From a link at Gscale mad by otter 1 

I am amazed at how much to my untrained eye these pictures at the link .......look like the LGB models .

There are several photos that could just as well be a great outdoor layout with LGB trains . 

http://drehscheibe-online.ist-im-web.de/forum/read.php?17,3799673

I enjoyed this link .


----------



## Terl (Jan 2, 2008)

Very nice photos Dennis. Thanks for the link. These photos should really inspire the European modeler. 

Terl


----------



## hcampbell (Jan 2, 2008)

Love that bridge! 

Thanks 
Harvey C.


----------



## Spule 4 (Jan 2, 2008)

Posted By Dennis Paulson on 09/25/2008 9:31 AM
From a link at Gscale mad by otter 1 

I am amazed at how much to my untrained eye these pictures at the link .......look like the LGB models .

There are several photos that could just as well be a great outdoor layout with LGB trains . 

http://drehscheibe-online.ist-im-web.de/forum/read.php?17,3799673

I enjoyed this link .




They look like them as they are them, much of LGB's stuff is of Austrian prototype. Good post and good eye. Like the "primer" version of U1 myself, and yup, LGB made a modell of it too!


----------



## thekollector (Jan 2, 2008)

Been there, done that, got the tee shirt! 

Dennis, those are really great photos! Thanks for the link. Does anyone have information on that "Y" class? Looks like a "U" class, but with a two axle rear bogie? 

Jack


----------



## Spule 4 (Jan 2, 2008)

Posted By thekollector on 09/25/2008 4:20 PM
Been there, done that, got the tee shirt! 

Dennis, those are really great photos! Thanks for the link. Does anyone have information on that "Y" class? Looks like a "U" class, but with a two axle rear bogie? 

Jack




Spot on Jack. They were a later development of the U lok. 

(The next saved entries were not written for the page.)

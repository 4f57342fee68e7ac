import { z } from 'zod'
import {
  createDocument,
  type ZodOpenApiOperationObject,
  type ZodOpenApiPathsObject,
  type ZodOpenApiResponsesObject,
} from 'zod-openapi'
import { allOperations } from '@/lib/contracts'
import { problemSchema } from '@/lib/contracts/common'
import { arriving } from '@/lib/contracts/documents'
import type { OperationContract } from '@/lib/contracts/operation'
import { saveConflictSchema } from '@/lib/contracts/scenes'
import { sessionCookieName } from '@/lib/auth/session-cookie-name'

const problem = (description: string, schema: z.ZodType = problemSchema) => ({
  description,
  content: { 'application/problem+json': { schema } },
})

/** The problems an operation can answer, from what it reads and whom it is for. */
function problemsOf(operation: OperationContract): ZodOpenApiResponsesObject {
  const reads = operation.body !== undefined
  return {
    ...(reads && {
      400: problem('Not readable as JSON'),
      413: problem('Larger than 2 MB'),
      415: problem('Not marked as JSON'),
    }),
    ...((reads || operation.query) && { 422: problem('Refused, with the fields it is about') }),
    ...(operation.for === 'person' && { 401: problem('Not signed in'), 403: problem('Not allowed') }),
    ...(operation.method !== 'GET' && { 403: problem('Not allowed, or sent from another site') }),
    ...(operation.params && { 404: problem('Not here') }),
    ...(operation.idempotent && { 409: problem('The Idempotency-Key was used for another request') }),
    429: problem('Too many requests'),
    503: problem('Not ready'),
    ...Object.fromEntries(
      Object.entries(operation.problems ?? {}).map(([status, description]) => [status, problem(description)]),
    ),
    ...(operation.id === 'saveVersion' && {
      409: problem(operation.problems?.[409] ?? '', problemSchema.extend(saveConflictSchema.shape)),
    }),
  }
}

function describe(operation: OperationContract): ZodOpenApiOperationObject {
  const success = operation.answer
    ? { description: operation.summary, content: { 'application/json': { schema: operation.answer } } }
    : operation.media
      ? { description: operation.summary, content: { [operation.media]: {} } }
      : { description: operation.summary }
  return {
    operationId: operation.id,
    summary: operation.summary,
    security:
      operation.for === 'anyone'
        ? []
        : operation.atPage
          ? [{ session: [] }]
          : [{ session: [] }, { token: [] }],
    requestParams: {
      ...(operation.params && { path: operation.params }),
      ...(operation.query && { query: operation.query }),
      ...(operation.idempotent && {
        header: z.object({ 'Idempotency-Key': z.string().min(8).max(100).optional() }),
      }),
    },
    ...(operation.body && {
      requestBody: { required: true, content: { 'application/json': { schema: operation.body } } },
    }),
    responses: { [String(operation.status)]: success, ...problemsOf(operation) },
  }
}

/** The whole HTTP interface in OpenAPI 3.1, from the contracts its handlers parse with. */
export function openApiDocument() {
  const paths: ZodOpenApiPathsObject = {}
  for (const operation of allOperations) {
    paths[operation.path] = {
      ...paths[operation.path],
      [operation.method.toLowerCase()]: describe(operation),
    }
  }
  return createDocument({
    openapi: '3.1.0',
    info: {
      title: 'Counterthrow',
      version: '1',
      description:
        'Crank trains: described once, analysed, kept in versions and shared as links. Units are in the names.',
    },
    components: {
      schemas: Object.fromEntries(
        Object.entries(arriving).map(([id, schema]) => [id, schema.meta({ id, unusedIO: 'input' })]),
      ),
      securitySchemes: {
        session: { type: 'apiKey', in: 'cookie', name: sessionCookieName, description: 'Set by signing in' },
        token: {
          type: 'http',
          scheme: 'bearer',
          description:
            'A token made under Account: acts for whoever made it in one workshop, as a role no greater than theirs. Beside it a cookie counts for nothing.',
        },
      },
    },
    paths,
  })
}
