import { describe, expect, it } from 'vitest'
import { buildArrows, fillArrows, ON_ENGINE } from '@/scene/frame/arrows'
import { fillViewProjection, project } from '@/scene/frame/camera'
import { extentOf } from '@/scene/frame/extent'
import { buildPose, fillPose } from '@/scene/frame/pose'
import { buildInstant, fillInstant } from '@/lib/mechanics/plan'
import { defaultView } from '@/scene/model/default-scene'
import { presetById } from '@/scene/model/presets'
import { toTrain } from '@/scene/model/to-train'
import { arrowsClipped } from '@/scene/stage/arrows-clipped'
import { buildStageModel } from '@/scene/stage/build-stage-model'
import {
  cameraOfShot,
  commonScale,
  newtonsPerCm,
  ownScale,
  pixelsPerCm,
  shotOf,
  shotOfCamera,
} from '@/scene/stage/shared-view'

const modelOf = (id: string) => {
  const document = presetById(id)!.train
  return buildStageModel(document, toTrain(document), (7000 * Math.PI) / 30)
}
const [cross, flat] = [modelOf('v8x-5000'), modelOf('v8f-4200')]
const direction = { yaw: -0.7, pitch: 0.4 }
const sheet = { width: 480, height: 360 }
const aspect = sheet.width / sheet.height
const shot = shotOf([cross.rig, flat.rig], aspect, direction)
const { overlays } = defaultView(presetById('v8x-5000')!.train)
const shaking = { ...overlays, total: false, gas: false, inertia: false, shaking: true }

describe('shotOf, cameraOfShot', () => {
  it('has every engine whole on the sheet from one direction and distance', () => {
    for (const { rig } of [cross, flat]) {
      const camera = cameraOfShot(shot, rig)
      expect([camera.yaw, camera.pitch, camera.distance]).toEqual([
        direction.yaw,
        direction.pitch,
        shot.distance,
      ])
      const viewProjection = new Float64Array(16)
      fillViewProjection(viewProjection, new Float64Array(3), camera, aspect)
      const points = extentOf(rig)
      const at = new Float64Array(3)
      const outside = points.filter((x, i) => {
        if (i % 3 > 0) return false
        const seen = project(at, viewProjection, x, points[i + 1], points[i + 2], sheet.width, sheet.height)
        return !seen || at[0] < 0 || at[0] > sheet.width || at[1] < 0 || at[1] > sheet.height
      })
      expect(outside).toHaveLength(0)
    }
  })

  it('a camera that a hand has moved is the same move of another engine', () => {
    const camera = cameraOfShot(shot, cross.rig)
    const moved = {
      ...camera,
      yaw: 1,
      target: camera.target.map((at) => at + 0.1) as [number, number, number],
    }
    const other = cameraOfShot(shotOfCamera(moved, cross.rig), flat.rig)
    const start = cameraOfShot(shot, flat.rig)
    expect(other.yaw).toBe(1)
    other.target.forEach((at, k) => expect(at - start.target[k]).toBeCloseTo(0.1, 12))
  })
})

describe('commonScale, newtonsPerCm', () => {
  it('one scale: an arrow of the same force is as long in either drawing, and a centimetre is what the legend says', () => {
    const scale = commonScale([cross, flat])
    const camera = cameraOfShot(shot, flat.rig)
    const perCm = newtonsPerCm(scale, camera, sheet.height)
    expect(newtonsPerCm(scale, cameraOfShot(shot, cross.rig), sheet.height)).toBe(perCm)
    // the shaking force of the flat-plane engine at rest angle, measured on the sheet square to the view
    const instant = buildInstant(flat.plan)
    fillInstant(instant, flat.plan, 0.3)
    const pose = fillPose(buildPose(flat.rig), flat.rig, 0.3)
    const arrows = fillArrows(buildArrows(flat.rig, flat.plan.train), flat.rig, pose, instant, shaking, scale)
    const index = arrows.on.subarray(0, arrows.count).indexOf(ON_ENGINE)
    const square = { ...camera, yaw: 0, pitch: 0 }
    const viewProjection = new Float64Array(16)
    fillViewProjection(viewProjection, new Float64Array(3), square, aspect)
    const [tail, tip] = [arrows.tails, arrows.tips].map((points) => {
      const at = new Float64Array(3)
      // at the target's own depth, where a pixel is what metresPerPixel says
      project(
        at,
        viewProjection,
        points[3 * index],
        points[3 * index + 1],
        square.target[2],
        sheet.width,
        sheet.height,
      )
      return at
    })
    const centimetres = Math.hypot(tip[0] - tail[0], tip[1] - tail[1]) / pixelsPerCm
    expect(centimetres * perCm).toBeCloseTo(arrows.magnitudes[index], 4)
  })

  it('is set by the largest force of any', () => {
    expect(commonScale([cross, flat])).toBeLessThanOrEqual(Math.max(ownScale(cross), ownScale(flat)))
    expect(commonScale([flat, cross])).toBe(commonScale([cross, flat]))
  })
})

describe('arrowsClipped', () => {
  const camera = cameraOfShot(shot, flat.rig)
  it('is false at a scale that fits and true at one that is far too large, or close up', () => {
    const scale = commonScale([cross, flat])
    expect(arrowsClipped(flat, shaking, camera, sheet, scale)).toBe(false)
    expect(arrowsClipped(flat, shaking, camera, sheet, 40 * scale)).toBe(true)
    expect(arrowsClipped(flat, shaking, { ...camera, distance: camera.distance / 40 }, sheet, scale)).toBe(
      true,
    )
  })

  it('sees only arrows that are drawn', () => {
    const none = { ...shaking, shaking: false, on: { pistons: false, crankPins: false, mains: false } }
    expect(arrowsClipped(flat, none, camera, sheet, 1)).toBe(false)
  })
})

The class is actually Yv, making them compound. There were three built, all by Krauss Linz, in 1896. They were expensive and the original rear bogie design was problematic, especially in backing moves, so they were rebuilt to this current form. The three were the only ones built due to the expense and problems compared to the "Reihe U".

I suggest this book if you are interested:

http://www.amazon.de/Reihe-transpress-Fahrzeugportrait-Roland-Beier/dp/3613711524


----------



## thekollector (Jan 2, 2008)

Thanks Garrett! On one of my dead computers I had a photo of a small Stainz type locomotive that was compound. I tend to forget about the application of compounding on smaller loks.


----------



## Spule 4 (Jan 2, 2008)

Well, since we are on the subject of the U..... 

The next (natural) step after the U and Yh was the compound Uv: 

http://de.wikipedia.org/wiki/N%C3%96LB_Uv 

And then the ultimate U, the Uh: 

http://de.wikipedia.org/wiki/%C3%96BB_498 

Superheated compound, and the early ones had the Caprotti (driveshaft to poppet) valve system! 

I have the Bachmann model of the Uh in H0e, (occupation era DRG markings) but all Bachmann did was do a new shell for a U chassis....


----------



## Spule 4 (Jan 2, 2008)

....oops, forgot the other Uh, a superheated version of the U....between the Uh and Uv above in construction. It was re-classed the Bh at the time of the Uh/498. 

http://de.wikipedia.org/wiki/N%C3%96LB_Uh


----------



## Spule 4 (Jan 2, 2008)

BTW, an example of a related class to U is here in the US, operating at the Omaha zoo....rebuilt by the UP of all people! 

http://de.youtube.com/watch?v=DEfocBqhdg0 

http://www.schmalspur-europa.at/schmalsp_37.htm 

I think this is enough U-Lok Asperger's for one day......


----------



## Madman (Jan 5, 2008)

Great site. Thanks Dennis


----------